ACTION ITEM: Could you repeat the records shown below exactly as written?

EXERCISE MATERIAL:
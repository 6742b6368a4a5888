// Doubles as base64 text: exact, and half as long as their decimals.
//
// Each double is its eight bytes (IEEE 754, least significant first, whatever the machine); the
// bytes of all are written in base64 with padding (RFC 4648, section 4).
#ifndef LADDERLINE_EXT_PACKED_NUMBERS_H_
#define LADDERLINE_EXT_PACKED_NUMBERS_H_

#include <optional>
#include <span>
#include <string>
#include <string_view>
#include <vector>

namespace ladderline {

std::string PackNumbers(std::span<const double> numbers);

// nullopt for anything that PackNumbers does not write.
std::optional<std::vector<double>> UnpackNumbers(std::string_view text);

}  // namespace ladderline

#endif  // LADDERLINE_EXT_PACKED_NUMBERS_H_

RESPONSE TO THE EXERCISE:
repository 6742b6368a4a5888
// Doubles as base64 text: exact, and half as long as their decimals.
//
// Each double is its eight bytes (IEEE 754, least significant first, whatever the machine); the
// bytes of all are written in base64 with padding (RFC 4648, section 4).
#ifndef LADDERLINE_EXT_PACKED_NUMBERS_H_
#define LADDERLINE_EXT_PACKED_NUMBERS_H_

#include <optional>
#include <span>
#include <string>
#include <string_view>
#include <vector>

namespace ladderline {

std::string PackNumbers(std::span<const double> numbers);

// nullopt for anything that PackNumbers does not write.
std::optional<std::vector<double>> UnpackNumbers(std::string_view text);

}  // namespace ladderline

#endif  // LADDERLINE_EXT_PACKED_NUMBERS_H_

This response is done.